= Information given =
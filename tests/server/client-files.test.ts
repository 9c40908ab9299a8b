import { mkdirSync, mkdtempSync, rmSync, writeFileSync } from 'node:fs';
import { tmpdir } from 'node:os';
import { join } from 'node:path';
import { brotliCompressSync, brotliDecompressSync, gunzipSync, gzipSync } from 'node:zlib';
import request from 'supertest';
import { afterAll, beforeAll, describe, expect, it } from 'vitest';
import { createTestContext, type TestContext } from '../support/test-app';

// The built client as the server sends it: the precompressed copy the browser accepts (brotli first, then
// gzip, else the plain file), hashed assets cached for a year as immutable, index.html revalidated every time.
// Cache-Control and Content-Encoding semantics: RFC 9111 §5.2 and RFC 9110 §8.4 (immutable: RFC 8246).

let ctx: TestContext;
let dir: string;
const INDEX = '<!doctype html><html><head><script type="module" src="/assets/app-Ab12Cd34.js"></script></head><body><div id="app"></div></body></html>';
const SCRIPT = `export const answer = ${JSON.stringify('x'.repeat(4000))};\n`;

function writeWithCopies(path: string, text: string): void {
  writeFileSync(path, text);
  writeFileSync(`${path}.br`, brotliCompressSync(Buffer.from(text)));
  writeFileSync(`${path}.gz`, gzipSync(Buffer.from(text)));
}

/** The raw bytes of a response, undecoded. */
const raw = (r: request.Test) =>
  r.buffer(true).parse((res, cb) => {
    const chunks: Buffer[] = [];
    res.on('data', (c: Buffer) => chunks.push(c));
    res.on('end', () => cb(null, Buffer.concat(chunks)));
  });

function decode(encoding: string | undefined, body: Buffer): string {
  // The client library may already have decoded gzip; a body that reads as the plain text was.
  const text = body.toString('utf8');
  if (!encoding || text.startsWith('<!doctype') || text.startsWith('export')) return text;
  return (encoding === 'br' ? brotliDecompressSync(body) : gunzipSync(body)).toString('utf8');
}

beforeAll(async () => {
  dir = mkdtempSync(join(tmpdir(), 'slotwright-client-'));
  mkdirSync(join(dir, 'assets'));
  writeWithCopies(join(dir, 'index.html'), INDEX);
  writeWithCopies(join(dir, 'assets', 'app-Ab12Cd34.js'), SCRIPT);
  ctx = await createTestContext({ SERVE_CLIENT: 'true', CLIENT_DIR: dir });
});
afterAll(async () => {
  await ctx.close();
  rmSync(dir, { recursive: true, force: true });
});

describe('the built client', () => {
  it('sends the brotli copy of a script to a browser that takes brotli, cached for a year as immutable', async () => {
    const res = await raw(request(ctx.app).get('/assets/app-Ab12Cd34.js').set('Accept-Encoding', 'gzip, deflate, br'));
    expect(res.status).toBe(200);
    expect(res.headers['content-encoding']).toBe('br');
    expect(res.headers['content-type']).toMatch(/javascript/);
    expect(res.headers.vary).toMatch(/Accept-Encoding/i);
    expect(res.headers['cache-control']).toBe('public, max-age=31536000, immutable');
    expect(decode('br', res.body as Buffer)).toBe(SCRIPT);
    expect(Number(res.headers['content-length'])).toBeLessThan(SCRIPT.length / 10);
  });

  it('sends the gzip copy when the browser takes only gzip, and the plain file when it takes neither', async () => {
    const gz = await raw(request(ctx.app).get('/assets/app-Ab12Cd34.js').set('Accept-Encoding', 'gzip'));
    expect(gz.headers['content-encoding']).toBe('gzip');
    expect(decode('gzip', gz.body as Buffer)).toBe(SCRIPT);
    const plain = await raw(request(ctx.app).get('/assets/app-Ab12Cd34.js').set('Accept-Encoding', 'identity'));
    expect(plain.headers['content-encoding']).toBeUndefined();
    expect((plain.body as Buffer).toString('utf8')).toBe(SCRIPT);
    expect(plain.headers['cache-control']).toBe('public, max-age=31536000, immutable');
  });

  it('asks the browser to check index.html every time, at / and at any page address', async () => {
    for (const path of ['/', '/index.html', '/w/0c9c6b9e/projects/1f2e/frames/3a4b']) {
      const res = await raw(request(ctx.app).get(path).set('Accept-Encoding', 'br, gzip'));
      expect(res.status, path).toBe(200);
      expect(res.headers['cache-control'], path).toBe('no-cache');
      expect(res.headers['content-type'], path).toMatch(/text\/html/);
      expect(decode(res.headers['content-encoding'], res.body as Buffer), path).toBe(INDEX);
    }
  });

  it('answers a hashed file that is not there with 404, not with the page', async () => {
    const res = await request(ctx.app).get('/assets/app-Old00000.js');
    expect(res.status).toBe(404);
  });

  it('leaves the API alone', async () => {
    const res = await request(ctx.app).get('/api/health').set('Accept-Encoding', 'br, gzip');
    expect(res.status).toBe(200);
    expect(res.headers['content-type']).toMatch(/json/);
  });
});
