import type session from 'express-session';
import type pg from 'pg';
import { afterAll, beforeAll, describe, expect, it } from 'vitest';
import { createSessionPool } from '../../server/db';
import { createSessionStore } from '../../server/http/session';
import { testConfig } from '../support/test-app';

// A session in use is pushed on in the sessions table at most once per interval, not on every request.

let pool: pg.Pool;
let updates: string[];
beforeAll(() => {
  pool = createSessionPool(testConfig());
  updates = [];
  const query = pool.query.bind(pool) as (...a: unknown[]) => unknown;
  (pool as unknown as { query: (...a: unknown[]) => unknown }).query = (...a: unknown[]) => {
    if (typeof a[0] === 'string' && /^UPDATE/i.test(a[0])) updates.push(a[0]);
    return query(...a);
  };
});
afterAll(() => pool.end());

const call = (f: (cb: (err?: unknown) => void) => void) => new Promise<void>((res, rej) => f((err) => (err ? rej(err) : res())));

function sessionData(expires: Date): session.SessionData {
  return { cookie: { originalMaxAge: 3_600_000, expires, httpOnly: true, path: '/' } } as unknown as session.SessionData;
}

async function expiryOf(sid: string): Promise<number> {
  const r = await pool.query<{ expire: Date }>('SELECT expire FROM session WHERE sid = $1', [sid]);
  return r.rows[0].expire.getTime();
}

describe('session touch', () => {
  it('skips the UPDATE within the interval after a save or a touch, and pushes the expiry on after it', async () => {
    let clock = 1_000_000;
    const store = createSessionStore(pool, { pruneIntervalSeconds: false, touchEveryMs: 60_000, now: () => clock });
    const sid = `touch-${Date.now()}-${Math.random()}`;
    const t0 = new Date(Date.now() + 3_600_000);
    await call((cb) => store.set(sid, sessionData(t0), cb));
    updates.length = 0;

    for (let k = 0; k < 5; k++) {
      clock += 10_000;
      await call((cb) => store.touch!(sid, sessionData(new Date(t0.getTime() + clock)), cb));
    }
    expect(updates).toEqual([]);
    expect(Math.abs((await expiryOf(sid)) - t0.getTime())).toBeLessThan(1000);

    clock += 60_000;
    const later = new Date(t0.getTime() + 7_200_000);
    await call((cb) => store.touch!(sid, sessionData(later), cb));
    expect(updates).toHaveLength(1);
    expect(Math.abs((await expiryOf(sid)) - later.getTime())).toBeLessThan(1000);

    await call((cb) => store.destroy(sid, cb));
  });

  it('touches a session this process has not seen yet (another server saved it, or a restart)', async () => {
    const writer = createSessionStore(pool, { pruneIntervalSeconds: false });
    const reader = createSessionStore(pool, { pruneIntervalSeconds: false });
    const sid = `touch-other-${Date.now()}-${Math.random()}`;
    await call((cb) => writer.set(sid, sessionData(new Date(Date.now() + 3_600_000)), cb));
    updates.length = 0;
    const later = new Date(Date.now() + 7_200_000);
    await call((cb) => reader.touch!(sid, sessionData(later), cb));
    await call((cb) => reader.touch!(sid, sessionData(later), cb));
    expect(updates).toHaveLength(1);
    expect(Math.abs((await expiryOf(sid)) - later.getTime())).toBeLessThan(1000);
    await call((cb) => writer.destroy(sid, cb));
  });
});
* * *
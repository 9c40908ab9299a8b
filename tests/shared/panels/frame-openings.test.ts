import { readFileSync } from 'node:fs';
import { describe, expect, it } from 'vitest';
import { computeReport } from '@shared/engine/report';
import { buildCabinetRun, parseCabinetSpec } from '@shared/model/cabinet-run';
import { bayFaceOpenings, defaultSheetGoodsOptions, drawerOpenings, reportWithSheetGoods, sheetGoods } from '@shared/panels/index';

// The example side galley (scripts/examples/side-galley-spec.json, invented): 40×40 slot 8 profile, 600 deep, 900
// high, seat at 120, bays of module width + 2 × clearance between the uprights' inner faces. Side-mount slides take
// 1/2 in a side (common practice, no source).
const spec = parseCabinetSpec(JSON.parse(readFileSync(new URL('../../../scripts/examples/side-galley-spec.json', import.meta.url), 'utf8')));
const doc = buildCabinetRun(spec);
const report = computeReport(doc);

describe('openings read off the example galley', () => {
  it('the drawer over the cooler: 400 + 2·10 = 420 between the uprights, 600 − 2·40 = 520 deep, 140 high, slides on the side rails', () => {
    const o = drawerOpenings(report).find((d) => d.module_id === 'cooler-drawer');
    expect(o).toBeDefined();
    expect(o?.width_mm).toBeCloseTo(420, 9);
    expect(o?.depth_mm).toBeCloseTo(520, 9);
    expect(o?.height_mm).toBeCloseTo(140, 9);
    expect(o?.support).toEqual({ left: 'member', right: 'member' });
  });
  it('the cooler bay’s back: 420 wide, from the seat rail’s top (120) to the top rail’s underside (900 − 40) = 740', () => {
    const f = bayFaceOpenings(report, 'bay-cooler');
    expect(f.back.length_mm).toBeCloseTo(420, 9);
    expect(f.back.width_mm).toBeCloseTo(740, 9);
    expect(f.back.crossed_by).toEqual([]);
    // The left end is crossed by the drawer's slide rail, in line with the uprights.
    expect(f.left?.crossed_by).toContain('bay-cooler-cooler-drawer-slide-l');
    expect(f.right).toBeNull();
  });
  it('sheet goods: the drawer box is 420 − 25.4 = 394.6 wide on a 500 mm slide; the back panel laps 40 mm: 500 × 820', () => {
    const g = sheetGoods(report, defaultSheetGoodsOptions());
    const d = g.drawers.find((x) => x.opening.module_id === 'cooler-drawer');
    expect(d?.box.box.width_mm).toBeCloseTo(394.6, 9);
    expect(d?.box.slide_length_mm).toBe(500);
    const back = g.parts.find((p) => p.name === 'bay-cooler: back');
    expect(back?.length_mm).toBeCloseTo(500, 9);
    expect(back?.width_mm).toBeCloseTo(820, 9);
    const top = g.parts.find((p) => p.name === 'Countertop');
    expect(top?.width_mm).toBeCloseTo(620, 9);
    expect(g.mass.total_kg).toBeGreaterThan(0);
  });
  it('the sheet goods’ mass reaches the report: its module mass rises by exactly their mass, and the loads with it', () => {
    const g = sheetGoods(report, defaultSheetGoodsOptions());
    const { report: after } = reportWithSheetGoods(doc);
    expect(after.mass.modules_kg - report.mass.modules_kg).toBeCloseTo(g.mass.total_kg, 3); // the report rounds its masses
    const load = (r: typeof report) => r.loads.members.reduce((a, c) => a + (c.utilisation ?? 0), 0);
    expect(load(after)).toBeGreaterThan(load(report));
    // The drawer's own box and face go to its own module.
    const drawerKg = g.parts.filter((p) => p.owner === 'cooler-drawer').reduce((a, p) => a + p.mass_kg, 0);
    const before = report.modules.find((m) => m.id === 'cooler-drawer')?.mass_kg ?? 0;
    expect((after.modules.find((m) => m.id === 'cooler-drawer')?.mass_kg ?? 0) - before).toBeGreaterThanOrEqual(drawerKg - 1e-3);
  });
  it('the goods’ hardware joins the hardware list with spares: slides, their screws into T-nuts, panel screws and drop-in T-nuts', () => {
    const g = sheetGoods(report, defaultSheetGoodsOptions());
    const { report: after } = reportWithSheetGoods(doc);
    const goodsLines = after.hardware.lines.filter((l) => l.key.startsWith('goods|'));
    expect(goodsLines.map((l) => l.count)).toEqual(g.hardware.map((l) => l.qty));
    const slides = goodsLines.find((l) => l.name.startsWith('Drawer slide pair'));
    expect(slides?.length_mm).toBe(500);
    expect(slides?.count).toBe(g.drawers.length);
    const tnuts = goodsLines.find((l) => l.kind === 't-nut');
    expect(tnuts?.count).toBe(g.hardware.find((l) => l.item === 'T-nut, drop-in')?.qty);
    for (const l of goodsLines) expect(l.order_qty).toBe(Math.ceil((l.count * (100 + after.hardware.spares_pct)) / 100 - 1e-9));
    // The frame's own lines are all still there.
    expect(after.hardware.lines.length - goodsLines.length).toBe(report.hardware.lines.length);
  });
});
--
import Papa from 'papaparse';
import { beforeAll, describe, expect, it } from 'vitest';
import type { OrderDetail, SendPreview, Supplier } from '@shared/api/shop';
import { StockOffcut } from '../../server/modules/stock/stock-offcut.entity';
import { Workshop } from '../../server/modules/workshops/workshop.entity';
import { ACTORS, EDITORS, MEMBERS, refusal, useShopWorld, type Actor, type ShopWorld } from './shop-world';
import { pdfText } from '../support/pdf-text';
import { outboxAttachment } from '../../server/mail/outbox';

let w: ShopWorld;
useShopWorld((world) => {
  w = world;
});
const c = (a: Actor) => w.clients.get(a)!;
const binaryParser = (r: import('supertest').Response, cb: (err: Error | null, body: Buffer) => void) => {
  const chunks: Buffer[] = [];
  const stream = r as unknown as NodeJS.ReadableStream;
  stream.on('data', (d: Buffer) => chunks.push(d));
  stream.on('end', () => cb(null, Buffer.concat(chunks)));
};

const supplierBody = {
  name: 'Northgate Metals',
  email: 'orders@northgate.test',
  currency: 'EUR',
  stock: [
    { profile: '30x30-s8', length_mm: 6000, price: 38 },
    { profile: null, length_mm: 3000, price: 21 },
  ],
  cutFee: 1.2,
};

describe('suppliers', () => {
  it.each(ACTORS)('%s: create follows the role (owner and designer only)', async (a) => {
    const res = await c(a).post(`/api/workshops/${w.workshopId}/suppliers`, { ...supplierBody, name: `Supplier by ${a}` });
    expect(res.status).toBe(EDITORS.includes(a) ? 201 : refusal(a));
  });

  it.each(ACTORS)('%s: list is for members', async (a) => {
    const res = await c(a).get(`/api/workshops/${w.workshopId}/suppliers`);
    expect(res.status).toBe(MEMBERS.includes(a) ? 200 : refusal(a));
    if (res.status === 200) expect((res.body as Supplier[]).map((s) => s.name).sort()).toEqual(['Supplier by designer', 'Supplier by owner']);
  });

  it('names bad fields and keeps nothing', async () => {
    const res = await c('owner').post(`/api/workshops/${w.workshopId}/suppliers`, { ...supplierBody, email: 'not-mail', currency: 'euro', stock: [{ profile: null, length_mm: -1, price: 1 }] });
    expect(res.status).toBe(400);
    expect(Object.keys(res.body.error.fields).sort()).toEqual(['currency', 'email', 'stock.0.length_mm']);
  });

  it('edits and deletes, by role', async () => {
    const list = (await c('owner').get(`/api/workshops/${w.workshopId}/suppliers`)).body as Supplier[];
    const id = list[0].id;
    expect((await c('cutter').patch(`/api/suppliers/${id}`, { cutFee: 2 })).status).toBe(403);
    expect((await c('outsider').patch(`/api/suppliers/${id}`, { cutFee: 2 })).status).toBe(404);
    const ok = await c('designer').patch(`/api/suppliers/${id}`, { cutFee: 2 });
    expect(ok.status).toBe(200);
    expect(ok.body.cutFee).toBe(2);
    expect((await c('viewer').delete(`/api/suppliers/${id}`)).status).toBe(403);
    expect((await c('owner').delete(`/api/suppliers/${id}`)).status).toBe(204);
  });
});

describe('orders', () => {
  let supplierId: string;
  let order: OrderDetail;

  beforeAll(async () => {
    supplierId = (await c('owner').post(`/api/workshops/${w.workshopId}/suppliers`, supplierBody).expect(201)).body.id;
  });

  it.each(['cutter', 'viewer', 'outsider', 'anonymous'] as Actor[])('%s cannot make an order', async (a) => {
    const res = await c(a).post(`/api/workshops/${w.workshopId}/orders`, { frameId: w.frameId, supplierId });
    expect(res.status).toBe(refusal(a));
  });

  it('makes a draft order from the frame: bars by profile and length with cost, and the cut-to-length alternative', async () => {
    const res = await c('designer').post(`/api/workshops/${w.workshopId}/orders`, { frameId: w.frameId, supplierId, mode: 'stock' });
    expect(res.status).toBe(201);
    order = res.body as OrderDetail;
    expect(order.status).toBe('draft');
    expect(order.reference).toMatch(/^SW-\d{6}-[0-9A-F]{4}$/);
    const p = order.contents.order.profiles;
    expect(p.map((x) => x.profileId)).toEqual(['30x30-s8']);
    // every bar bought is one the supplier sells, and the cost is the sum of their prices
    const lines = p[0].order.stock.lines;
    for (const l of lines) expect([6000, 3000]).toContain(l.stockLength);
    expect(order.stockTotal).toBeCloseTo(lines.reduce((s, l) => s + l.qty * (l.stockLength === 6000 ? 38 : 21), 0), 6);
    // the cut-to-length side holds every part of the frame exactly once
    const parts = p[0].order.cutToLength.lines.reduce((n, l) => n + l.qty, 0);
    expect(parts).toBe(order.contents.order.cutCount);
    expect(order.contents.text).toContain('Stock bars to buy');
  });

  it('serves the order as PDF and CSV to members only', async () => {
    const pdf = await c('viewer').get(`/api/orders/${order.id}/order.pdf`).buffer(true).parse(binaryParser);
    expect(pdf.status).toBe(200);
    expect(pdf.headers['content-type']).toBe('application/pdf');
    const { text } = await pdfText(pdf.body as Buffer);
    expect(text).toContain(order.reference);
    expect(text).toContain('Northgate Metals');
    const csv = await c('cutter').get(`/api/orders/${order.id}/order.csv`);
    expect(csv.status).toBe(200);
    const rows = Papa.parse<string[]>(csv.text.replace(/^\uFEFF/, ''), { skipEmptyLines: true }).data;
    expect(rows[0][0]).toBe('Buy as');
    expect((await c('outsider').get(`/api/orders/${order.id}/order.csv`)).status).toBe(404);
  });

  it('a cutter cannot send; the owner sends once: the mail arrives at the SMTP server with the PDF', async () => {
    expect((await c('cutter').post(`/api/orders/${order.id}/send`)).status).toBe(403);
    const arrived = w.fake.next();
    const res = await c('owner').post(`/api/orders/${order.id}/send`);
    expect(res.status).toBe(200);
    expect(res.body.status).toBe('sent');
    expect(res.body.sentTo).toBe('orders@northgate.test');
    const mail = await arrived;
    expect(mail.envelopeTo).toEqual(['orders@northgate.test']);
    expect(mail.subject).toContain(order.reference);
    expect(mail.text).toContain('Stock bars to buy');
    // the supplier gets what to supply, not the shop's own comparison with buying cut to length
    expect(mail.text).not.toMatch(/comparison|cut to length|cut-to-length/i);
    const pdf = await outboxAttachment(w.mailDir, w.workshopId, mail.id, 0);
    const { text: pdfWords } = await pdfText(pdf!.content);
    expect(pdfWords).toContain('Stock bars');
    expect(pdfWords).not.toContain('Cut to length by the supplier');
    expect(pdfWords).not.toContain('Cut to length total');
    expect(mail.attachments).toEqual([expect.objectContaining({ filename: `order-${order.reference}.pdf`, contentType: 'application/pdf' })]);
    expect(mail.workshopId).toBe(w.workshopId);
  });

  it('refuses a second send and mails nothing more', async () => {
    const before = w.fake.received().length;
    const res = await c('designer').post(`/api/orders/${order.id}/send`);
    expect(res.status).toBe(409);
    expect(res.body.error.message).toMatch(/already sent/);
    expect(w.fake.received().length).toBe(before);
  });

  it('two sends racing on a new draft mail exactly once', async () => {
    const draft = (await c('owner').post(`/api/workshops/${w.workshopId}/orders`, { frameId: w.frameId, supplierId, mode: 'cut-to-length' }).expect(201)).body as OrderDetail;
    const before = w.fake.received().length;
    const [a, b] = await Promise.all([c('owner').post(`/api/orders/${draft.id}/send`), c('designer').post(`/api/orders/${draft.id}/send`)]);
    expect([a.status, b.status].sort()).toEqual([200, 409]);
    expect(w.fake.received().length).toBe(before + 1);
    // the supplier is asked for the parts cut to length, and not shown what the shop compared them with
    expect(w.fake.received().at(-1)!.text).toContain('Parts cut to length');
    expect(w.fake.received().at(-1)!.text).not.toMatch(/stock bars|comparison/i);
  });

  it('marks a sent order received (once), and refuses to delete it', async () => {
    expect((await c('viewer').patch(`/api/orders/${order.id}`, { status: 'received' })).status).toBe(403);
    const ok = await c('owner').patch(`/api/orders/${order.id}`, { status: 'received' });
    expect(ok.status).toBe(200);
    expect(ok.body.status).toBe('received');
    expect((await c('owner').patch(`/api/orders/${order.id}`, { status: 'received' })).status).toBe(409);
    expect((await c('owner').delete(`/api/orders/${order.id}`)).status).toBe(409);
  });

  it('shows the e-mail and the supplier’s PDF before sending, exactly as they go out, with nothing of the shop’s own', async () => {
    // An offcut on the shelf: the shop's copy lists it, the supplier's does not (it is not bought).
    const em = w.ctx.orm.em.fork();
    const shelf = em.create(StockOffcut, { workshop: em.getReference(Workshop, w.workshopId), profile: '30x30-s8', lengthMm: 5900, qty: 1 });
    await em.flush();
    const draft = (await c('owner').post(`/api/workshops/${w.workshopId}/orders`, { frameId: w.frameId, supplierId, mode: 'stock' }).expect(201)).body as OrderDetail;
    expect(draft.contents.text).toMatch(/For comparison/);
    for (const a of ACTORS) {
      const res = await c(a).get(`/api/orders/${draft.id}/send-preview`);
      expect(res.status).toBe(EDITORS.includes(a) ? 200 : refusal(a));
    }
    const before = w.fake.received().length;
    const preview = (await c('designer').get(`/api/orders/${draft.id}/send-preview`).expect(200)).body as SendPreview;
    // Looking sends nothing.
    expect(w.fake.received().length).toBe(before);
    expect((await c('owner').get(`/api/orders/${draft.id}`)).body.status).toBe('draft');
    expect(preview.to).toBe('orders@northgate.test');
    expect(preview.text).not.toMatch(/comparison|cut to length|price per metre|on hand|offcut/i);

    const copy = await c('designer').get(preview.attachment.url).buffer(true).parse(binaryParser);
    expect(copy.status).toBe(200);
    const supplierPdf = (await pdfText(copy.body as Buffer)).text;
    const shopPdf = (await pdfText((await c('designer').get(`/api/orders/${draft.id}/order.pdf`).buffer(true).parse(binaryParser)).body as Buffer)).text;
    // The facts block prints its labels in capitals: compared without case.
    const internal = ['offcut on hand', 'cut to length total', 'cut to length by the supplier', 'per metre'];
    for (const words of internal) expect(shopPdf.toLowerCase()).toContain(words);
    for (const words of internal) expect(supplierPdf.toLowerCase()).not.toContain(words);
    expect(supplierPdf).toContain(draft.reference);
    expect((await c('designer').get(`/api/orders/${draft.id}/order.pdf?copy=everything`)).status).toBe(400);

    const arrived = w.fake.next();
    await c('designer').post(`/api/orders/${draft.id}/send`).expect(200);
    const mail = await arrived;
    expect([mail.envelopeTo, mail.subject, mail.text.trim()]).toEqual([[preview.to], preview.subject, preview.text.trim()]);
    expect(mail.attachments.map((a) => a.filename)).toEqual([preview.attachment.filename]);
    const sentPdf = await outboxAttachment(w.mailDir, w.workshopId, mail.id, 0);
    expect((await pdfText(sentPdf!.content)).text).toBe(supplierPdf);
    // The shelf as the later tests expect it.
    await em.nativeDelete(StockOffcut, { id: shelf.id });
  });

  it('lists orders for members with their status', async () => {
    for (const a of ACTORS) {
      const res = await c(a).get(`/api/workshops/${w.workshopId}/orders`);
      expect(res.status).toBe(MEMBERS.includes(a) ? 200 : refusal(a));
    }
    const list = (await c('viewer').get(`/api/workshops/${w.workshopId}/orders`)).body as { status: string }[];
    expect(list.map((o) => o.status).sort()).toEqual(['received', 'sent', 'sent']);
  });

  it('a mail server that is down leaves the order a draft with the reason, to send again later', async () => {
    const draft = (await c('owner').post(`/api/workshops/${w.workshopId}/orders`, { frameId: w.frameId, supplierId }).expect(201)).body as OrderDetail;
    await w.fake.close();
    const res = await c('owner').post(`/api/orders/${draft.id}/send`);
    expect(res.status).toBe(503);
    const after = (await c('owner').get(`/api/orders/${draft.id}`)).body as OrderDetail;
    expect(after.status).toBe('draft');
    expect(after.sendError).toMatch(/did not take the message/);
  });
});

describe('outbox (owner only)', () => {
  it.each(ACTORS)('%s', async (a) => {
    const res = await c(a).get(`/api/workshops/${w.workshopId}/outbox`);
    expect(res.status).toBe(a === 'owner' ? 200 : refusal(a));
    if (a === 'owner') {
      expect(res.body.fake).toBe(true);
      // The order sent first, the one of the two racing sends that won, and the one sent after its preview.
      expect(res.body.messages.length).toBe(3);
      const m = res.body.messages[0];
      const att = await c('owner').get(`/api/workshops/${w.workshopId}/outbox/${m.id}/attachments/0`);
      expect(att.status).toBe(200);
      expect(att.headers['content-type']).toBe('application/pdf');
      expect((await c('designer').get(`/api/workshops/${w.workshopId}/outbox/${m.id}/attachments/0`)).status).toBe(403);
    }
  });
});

= Aim of the task =
Your answer must be a single number: how many lines in this listing hold the string "filename"? Please add nothing else.

= Exercise solution =
4